(RECORDS FOR THE EXERCISE Opens)
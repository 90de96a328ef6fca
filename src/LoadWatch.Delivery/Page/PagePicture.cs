using LoadWatch.Delivery.Pictures;
using LoadWatch.Notices;

namespace LoadWatch.Delivery.Page;

/// <summary>A picture as a template asks for it; it is drawn then.</summary>
internal sealed record PagePicture(PersonPicture Picture)
{
    public int Width { get; } = PersonDrawing.Width;

    public int Height { get; } = PersonDrawing.Height;

    public string Caption => OneLine.Of(Picture.Caption);

    public string Words => OneLine.Of(Picture.Words);

    /// <summary>Shapes to stand in an <c>svg</c> element of that size.</summary>
    public string Shapes => PersonDrawing.Svg(Picture);

    /// <summary>The bitmap, in base 64.</summary>
    public string Bitmap => Convert.ToBase64String(PersonDrawing.Png(Picture));
}
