using LoadWatch.Recordings;
using NodaTime;

namespace LoadWatch.Activities;

/// <summary>Brings together what recordings and tables tell of one person's date.</summary>
internal sealed class DateJoin
{
    private readonly List<SessionParts> recorded;
    private readonly List<SessionParts> ofRows = [];
    private readonly List<SessionParts> uncertain = [];
    private readonly List<JoinQuestion> questions = [];

    public DateJoin(IEnumerable<RecordedActivity> recordings, IEnumerable<StatedSession> stated)
    {
        recorded = [.. recordings
            .OrderBy(one => one.LocalStart)
            .ThenBy(one => one.Winner.Key, StringComparer.Ordinal)
            .Select(one => new SessionParts { Recording = one })];
        var unrecorded = ClearestFirst(stated).ToList().FindAll(one => !IsSettled(one, JoinCandidates.Of(one, recorded)));
        foreach (var one in unrecorded.OrderByDescending(one => one.StandsAlone))
        {
            JoinRows(one);
        }
    }

    /// <summary>Every recording, and the sessions that only rows tell of.</summary>
    public IEnumerable<SessionParts> Sessions => [.. recorded, .. ofRows, .. uncertain];

    public IEnumerable<JoinQuestion> Questions => questions;

    /// <summary>What states its time or number takes its place before what may go to any.</summary>
    private static IEnumerable<StatedSession> ClearestFirst(IEnumerable<StatedSession> stated) => stated
        .OrderBy(one => one.Start is null)
        .ThenBy(one => one.Order is null)
        .ThenBy(one => one.Start)
        .ThenBy(one => one.Order)
        .ThenBy(one => one.Layout, StringComparer.Ordinal)
        .ThenBy(one => one.Mark, StringComparer.Ordinal)
        .ThenBy(one => one.Sets is null);

    private void JoinRows(StatedSession stated)
    {
        if (IsSettled(stated, ofRows.FindAll(session => RowSessions.MayBeOne(stated, session))))
        {
            return;
        }

        if (stated.StandsAlone)
        {
            ofRows.Add(Alone(stated, addsLoad: true));
        }
        else if (!stated.IsBlank)
        {
            questions.Add(new JoinQuestion(stated.Date, JoinWording.Nowhere(stated), MayWait: true));
        }
    }

    /// <summary>False where there is no candidate.</summary>
    private bool IsSettled(StatedSession stated, List<SessionParts> candidates)
    {
        if (candidates.Count == 1)
        {
            candidates[0].Add(stated);
        }
        else if (candidates.Count > 1 && !stated.IsBlank)
        {
            Ask(stated, candidates);
        }

        return candidates.Count > 0;
    }

    /// <summary>Logged sets were done whichever session they belong to; unless one of the candidates may hold the same sets already.</summary>
    private void Ask(StatedSession stated, List<SessionParts> candidates)
    {
        questions.Add(new JoinQuestion(stated.Date, JoinWording.Several(stated, candidates)));
        if (stated.Sets is not null && !candidates.Exists(one => one.Recording is { Winner.Sets: > 0 } || one.Stated.Any(other => other.Sets is not null)))
        {
            uncertain.Add(Alone(stated, addsLoad: false));
        }
    }

    private static SessionParts Alone(StatedSession stated, bool addsLoad)
    {
        var session = new SessionParts { AddsLoad = addsLoad };
        session.Add(stated);
        return session;
    }
}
(RECORDS FOR THE EXERCISE Closes)
## WHAT YOU HAVE TO DO
Every line above from the line with "namespace LoadWatch.Delivery.Page;" to the line with "private readonly List<SessionParts> ofRows" is wanted, ends included; write them out exactly and add no other line.

## TASK ANSWER
namespace LoadWatch.Delivery.Page;

/// <summary>A picture as a template asks for it; it is drawn then.</summary>
internal sealed record PagePicture(PersonPicture Picture)
{
    public int Width { get; } = PersonDrawing.Width;

    public int Height { get; } = PersonDrawing.Height;

    public string Caption => OneLine.Of(Picture.Caption);

    public string Words => OneLine.Of(Picture.Words);

    /// <summary>Shapes to stand in an <c>svg</c> element of that size.</summary>
    public string Shapes => PersonDrawing.Svg(Picture);

    /// <summary>The bitmap, in base 64.</summary>
    public string Bitmap => Convert.ToBase64String(PersonDrawing.Png(Picture));
}
using LoadWatch.Recordings;
using NodaTime;

namespace LoadWatch.Activities;

/// <summary>Brings together what recordings and tables tell of one person's date.</summary>
internal sealed class DateJoin
{
    private readonly List<SessionParts> recorded;
    private readonly List<SessionParts> ofRows = [];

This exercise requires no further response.